Toronto Star

Five gripping reads worth talking about

- DEBORAH DUNDAS BOOKS EDITOR

Summer’s also about sitting around a table with friends, or on a café patio, perhaps, talking about life, current affairs and the latest movies. Here are five books that will make you the life of your cultural conversati­ons.

We Were Feminists Once by Andi Zeisler Feminism has been a hot topic lately with celebritie­s and writers all weighing in and trying to define what it means to the millennial generation.

In this book — subtitled From Riot Grrrl to CoverGirl (which is a registered trademark), The Buying and Selling of a Political Movement — Zeisler, who founded Bitch Media, talks about how pop culture has watered feminism down, turning it into a trend. She explores how we can rediscover the movement’s real power.

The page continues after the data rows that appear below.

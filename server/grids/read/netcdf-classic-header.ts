import { LayerRefused } from '../layer-refused'
import { readExactly } from './bytes'
import { type ClassicVersion, HeaderGoesOn, type ParsedHeader, parseClassicHeader } from './classic-header-parser'
import { maxVariables } from './limits'
import { type RawAttributes, type RawVariable, typeBytes } from './raw-netcdf'

export interface ClassicVariable extends RawVariable {
  /** Where the variable (or its first record) begins in the file. */
  offset: number
  record: boolean
}

export interface ClassicHeader {
  variables: ClassicVariable[]
  attributes: RawAttributes
  /** Bytes from one record to the next. */
  recordBytes: number
}

const firstRead = 64 * 1024
const longestHeader = 16 * 1024 * 1024

const padding = (bytes: number): number => (4 - (bytes % 4)) % 4

/** Parses the header from the first bytes and checks that everything it declares lies inside the file. */
export function readClassicHeader(descriptor: number, fileSize: number): ClassicHeader {
  const header = parse(descriptor, fileSize)
  if (header.variables.length > maxVariables) {
    throw new LayerRefused('too-large', `The file declares more than ${maxVariables} variables.`, {})
  }
  if (header.dimensions.filter(({ size }) => size === 0).length > 1) throw damaged('two of its dimensions grow')
  const variables = header.variables.map(({ name, type, dimensions, attributes, offset }): ClassicVariable => {
    const named = dimensions.map((id) => {
      const dimension = header.dimensions[id]
      if (!dimension) throw damaged(`${name} names a dimension that does not exist`)
      return { ...dimension }
    })
    // The dimension that grows has size 0 in the header and may only come first.
    if (named.some(({ size }, index) => size === 0 && index > 0)) throw damaged(`${name} grows in a wrong dimension`)
    return { name, type, dimensions: named, attributes, offset, record: named[0]?.size === 0 }
  })
  const records = variables.filter(({ record }) => record)
  // The format's one exception: the records of a single record variable are not padded.
  const padded = records.length > 1
  const recordBytes = records.reduce((sum, variable) => {
    const bytes = bytesOf(variable)
    return sum + bytes + (padded ? padding(bytes) : 0)
  }, 0)
  const count = header.records ?? countRecords(records, recordBytes, padded, fileSize)
  for (const variable of records) variable.dimensions[0]!.size = count
  for (const variable of variables) checkInside(variable, variable.record ? count : 1, recordBytes, fileSize)
  return { variables, attributes: header.attributes, recordBytes }
}

/** Bytes of a whole variable, or of one record of it. */
function bytesOf({ type, dimensions, record }: ClassicVariable): number {
  const elements = dimensions.slice(record ? 1 : 0).reduce((product, { size }) => product * size, 1)
  return elements * (type ? typeBytes[type] : 1)
}

/** A streamed file: as many records as arrived whole. The padding behind the very last number may be missing. */
function countRecords(records: ClassicVariable[], recordBytes: number, padded: boolean, fileSize: number): number {
  if (records.length === 0 || recordBytes === 0) return 0
  const first = Math.min(...records.map(({ offset }) => offset))
  const last = records.reduce((a, b) => (b.offset > a.offset ? b : a))
  return Math.max(0, Math.floor((fileSize - first + (padded ? padding(bytesOf(last)) : 0)) / recordBytes))
}

function checkInside(variable: ClassicVariable, steps: number, recordBytes: number, fileSize: number): void {
  const end = steps === 0 ? 0 : variable.offset + (steps - 1) * recordBytes + bytesOf(variable)
  if (!Number.isSafeInteger(end)) throw damaged(`${variable.name} declares an impossible size`)
  if (end <= fileSize) return
  throw new LayerRefused(
    'truncated',
    `This file is not whole: ${variable.name} should reach to byte ${end}, but the file has ${fileSize}.`,
    { variable: variable.name, neededBytes: end, fileSize },
  )
}

function parse(descriptor: number, fileSize: number): ParsedHeader {
  for (let length = firstRead; ; length *= 4) {
    const size = Math.min(length, fileSize, longestHeader)
    const bytes = readExactly(descriptor, 0, size)
    try {
      return parseClassicHeader(bytes, bytes[3] as ClassicVersion)
    } catch (error) {
      if (!(error instanceof HeaderGoesOn)) throw damaged(error instanceof Error ? error.message : String(error), error)
      if (size === fileSize) {
        throw new LayerRefused(
          'truncated',
          'This NetCDF file ends inside its header; it was probably not sent whole.',
          { fileSize },
          { cause: error },
        )
      }
      if (size === longestHeader) throw damaged('it does not end')
    }
  }
}

function damaged(reason: string, cause?: unknown): LayerRefused {
  return new LayerRefused('damaged', `The header of this NetCDF file is damaged: ${reason}.`, { reason }, { cause })
}
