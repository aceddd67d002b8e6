import { LayerRefused } from '../layer-refused'

/** Declared sizes above these are refused before anything is allocated for them. */
export const maxCells = 400_000_000
/** Cells whose places are given one by one: granules of 3,232 by 3,200 cells fit. Looking at so many takes about 500 MB. */
export const maxCurvedCells = 12_000_000
/** Of those, cells whose bounds are read too: eight more numbers a cell. */
export const maxBoundedCells = 4_000_000
export const maxWindowCells = 160_000_000
export const maxSteps = 100_000
export const maxAxisLength = 1_000_000
export const maxVariables = 2_000
export const maxBands = 512
/** What a whole-file gzip may expand to. */
export const maxExpandedBytes = 4 * 1024 ** 3 - 1
export const maxChunkBytes = 256 * 1024 * 1024

export function checkDeclaredGrid(name: string, rows: number, columns: number, steps: number): void {
  if (rows * columns > maxCells) {
    throw new LayerRefused(
      'too-large',
      `The grid of ${name} declares ${rows} by ${columns} cells; Offing reads up to ${maxCells / 1e6} million.`,
      { variable: name, rows, columns, maxCells },
    )
  }
  if (steps > maxSteps) {
    throw new LayerRefused('too-large', `${name} declares ${steps} time steps; Offing reads up to ${maxSteps}.`, {
      variable: name,
      steps,
      maxSteps,
    })
  }
}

Brown by Kamal Al-Solaylee Kamal Al-Solaylee has written one of the most important books to come out of Toronto this year — on the meaning of being brown. The Ryerson university professor looks at his own experience­s, but also casts a wider eye to the global experience. So often, people of brown skin are defined in the black/white paradigm where, really, “to be brown is to be on the cusp of whiteness and the edge of blackness.” A fascinatin­g read no matter what your ethnicity.

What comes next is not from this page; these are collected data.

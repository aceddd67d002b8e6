/** Places of cell corners, `(rows + 1) * (columns + 1)` row-major; NaN where unknown. */
export interface Corners {
  lats: Float64Array
  lons: Float64Array
}

type Place = readonly [lon: number, lat: number]

const nowhere: Place = [NaN, NaN]
/** Centres that lie this many degrees of longitude apart meet near a pole, where degrees are no measure of middles. */
const polarSpread = 60

/**
 * Corners half-way between the centres of the four cells round them; the outermost by mirroring. One missing centre is
 * made up for by the two beside it, more leave the corner without a place. Needs two rows and two columns.
 */
export function cornersFromCentres(lats: Float64Array, lons: Float64Array, rows: number, columns: number): Corners {
  const corners: Corners = {
    lats: new Float64Array((rows + 1) * (columns + 1)), lons: new Float64Array((rows + 1) * (columns + 1)),
  }
  const centre = (row: number, column: number): Place => {
    if (column < 0) return beyond(centre(row, 0), centre(row, 1))
    if (column >= columns) return beyond(centre(row, columns - 1), centre(row, columns - 2))
    if (row < 0) return beyond(centre(0, column), centre(1, column))
    if (row >= rows) return beyond(centre(rows - 1, column), centre(rows - 2, column))
    return [lons[row * columns + column]!, lats[row * columns + column]!]
  }
  for (let row = 0; row <= rows; row++) {
    for (let column = 0; column <= columns; column++) {
      const inner = row > 0 && row < rows && column > 0 && column < columns
      const [lon, lat] = (inner ? between(lats, lons, (row - 1) * columns + column - 1, columns) : null) ?? middle([
        centre(row - 1, column - 1), centre(row - 1, column), centre(row, column), centre(row, column - 1),
      ])
      corners.lons[row * (columns + 1) + column] = lon
      corners.lats[row * (columns + 1) + column] = Math.min(90, Math.max(-90, lat))
    }
  }
  return corners
}

/** The usual corner, far from poles and with four known centres, of which `first` is the one before; null for others. */
function between(lats: Float64Array, lons: Float64Array, first: number, columns: number): Place | null {
  const below = first + columns
  const lonA = lons[first]!
  const [b, c, d] = [near(lons[first + 1]!, lonA) - lonA, near(lons[below + 1]!, lonA) - lonA, near(lons[below]!, lonA) - lonA]
  const lat = (lats[first]! + lats[first + 1]! + lats[below + 1]! + lats[below]!) / 4
  if (!Number.isFinite(lat + b + c + d) || Math.max(0, b, c, d) - Math.min(0, b, c, d) > polarSpread) return null
  return [lonA + (b + c + d) / 4, lat]
}

function beyond(edge: Place, inner: Place): Place {
  return [2 * edge[0] - near(inner[0], edge[0]), 2 * edge[1] - inner[1]]
}

/** `round` holds four places in order round a corner. */
function middle(round: readonly Place[]): Place {
  const missing = round.findIndex(([lon, lat]) => !Number.isFinite(lon + lat))
  if (missing < 0) return mean(round)
  const beside = [round[(missing + 1) % 4]!, round[(missing + 3) % 4]!]
  const others = round.filter((_, i) => i !== missing)
  return others.every(([lon, lat]) => Number.isFinite(lon + lat)) ? mean(beside) : nowhere
}

function mean(places: readonly Place[]): Place {
  const first = places[0]![0]
  const lons = places.map(([lon]) => near(lon, first))
  if (Math.max(...lons) - Math.min(...lons) > polarSpread) return meanOnSphere(places)
  const n = places.length
  return [lons.reduce((a, b) => a + b) / n, places.reduce((sum, [, lat]) => sum + lat, 0) / n]
}

function meanOnSphere(places: readonly Place[]): Place {
  const radians = Math.PI / 180
  let [x, y, z] = [0, 0, 0]
  for (const [lon, lat] of places) {
    x += Math.cos(lat * radians) * Math.cos(lon * radians)
    y += Math.cos(lat * radians) * Math.sin(lon * radians)
    z += Math.sin(lat * radians)
  }
  return [Math.atan2(y, x) / radians, Math.atan2(z, Math.hypot(x, y)) / radians]
}

export function near(lon: number, reference: number): number {
  return lon - 360 * Math.round((lon - reference) / 360)
}

/** To a billionth of a degree, a tenth of a millimetre: what a grid as text keeps. In place: corners of large grids fill memory once. */
export function roundDegrees(degrees: Float64Array): Float64Array {
  // Adding 0 makes -0 a plain 0.
  for (let i = 0; i < degrees.length; i++) degrees[i] = Math.round(degrees[i]! * 1e9) / 1e9 + 0
  return degrees
}
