import { infiniteQueryOptions, useMutation, useQueryClient } from '@tanstack/react-query'
import type { Letter } from '../../shared/schemas/duty'
import { endpoints } from '../../shared/schemas/endpoints'
import { call } from './call'

export const lettersQuery = (state?: Letter['state']) =>
  infiniteQueryOptions({
    queryKey: ['letters', state ?? null],
    queryFn: ({ pageParam, signal }) =>
      call(endpoints.listLetters, { query: { limit: 50, cursor: pageParam, state }, signal }),
    initialPageParam: undefined as string | undefined,
    getNextPageParam: (page) => page.nextCursor ?? undefined,
  })

export function useRetryLetter(id: number) {
  const client = useQueryClient()
  return useMutation({
    mutationFn: () => call(endpoints.retryLetter, { params: { id } }),
    onSuccess: () => client.invalidateQueries({ queryKey: ['letters'] }),
  })
}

The View from the Cheap Seats by Neil Gaiman The prolific British author always has lots to say and, in this collection, of essays and other non-fiction pieces he says it with his usual style — showing that very smart can also be acces- sible. He talks about writers and writing, sure, but also being at the 2010 Academy Awards, takes a look at influences including Ray Bradbury (of The Twilight Zone fame), Batman and Dr. Who, and even, on a more serious note, the plight of Syrian refugees. A book to read, think about and talk about.

This is London by Ben Judah Here is a book Torontonia­ns will be able to relate to — and one that will help refill your book pile at the end of the summer when it comes out. London deserves a new look is the premise, and journalist Ben Judah sets out to illustrate what the city is now: a multicultu­ral population living amongst English architectu­re and history. It may be the city of William Blake but it’s also the city of Nahla, a super-rich Egyptian girl, and poorer immigrants from Romania Pakistan, Poland, Afghanista­n.

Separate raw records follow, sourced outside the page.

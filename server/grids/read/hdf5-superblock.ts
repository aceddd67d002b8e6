import { closeSync, openSync } from 'node:fs'
import { LayerRefused } from '../layer-refused'
import { readExactly } from './bytes'

/** Compares the end of file that an HDF5 superblock declares with the file's real size. */
export function checkHdf5Size(path: string, start: number, fileSize: number): void {
  const declared = declaredEnd(path, start, fileSize)
  if (declared === null || fileSize >= declared) return
  throw new LayerRefused(
    'truncated',
    `This file is not whole: it says it has ${declared} bytes, but only ${fileSize} arrived.`,
    { neededBytes: declared, fileSize },
  )
}

/** null when the superblock has a version this reader does not know; the library then decides. */
function declaredEnd(path: string, start: number, fileSize: number): number | null {
  const descriptor = openSync(path, 'r')
  try {
    const bytes = readExactly(descriptor, start, Math.min(96, fileSize - start))
    if (bytes.length < 48) {
      throw new LayerRefused('truncated', 'This HDF5 file ends inside its first block.', { fileSize })
    }
    const version = bytes[8]!
    const offsetSize = version < 2 ? bytes[13]! : bytes[9]!
    if (offsetSize !== 8 && offsetSize !== 4) return null
    // Behind the fixed fields stand base address, one address, then the end of file.
    const addresses = { 0: 24, 1: 28, 2: 12, 3: 12 }[version]
    if (addresses === undefined) return null
    const at = addresses + 2 * offsetSize
    return offsetSize === 8 ? Number(bytes.readBigUInt64LE(at)) : bytes.readUInt32LE(at)
  } finally {
    closeSync(descriptor)
  }
}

At The Existentia­list Café by Sarah Bakewell So you think philosophy is dead, or even just dry? Sarah Bakewell puts paid to that notion with this look at the oh-so-cool crowd of the 1930s.

You know, Jean-Paul Sartre, Simone de Beauvoir and Raymond Aron, along with Albert Camus, Iris Murdoch, Martin Heidegger, et al.

Imagine hanging out at a café drinking cocktails with this group — Bakewell did and this is an enjoyable reintroduc­tion to existentia­lism, which Bakewell insists changed lives and still can.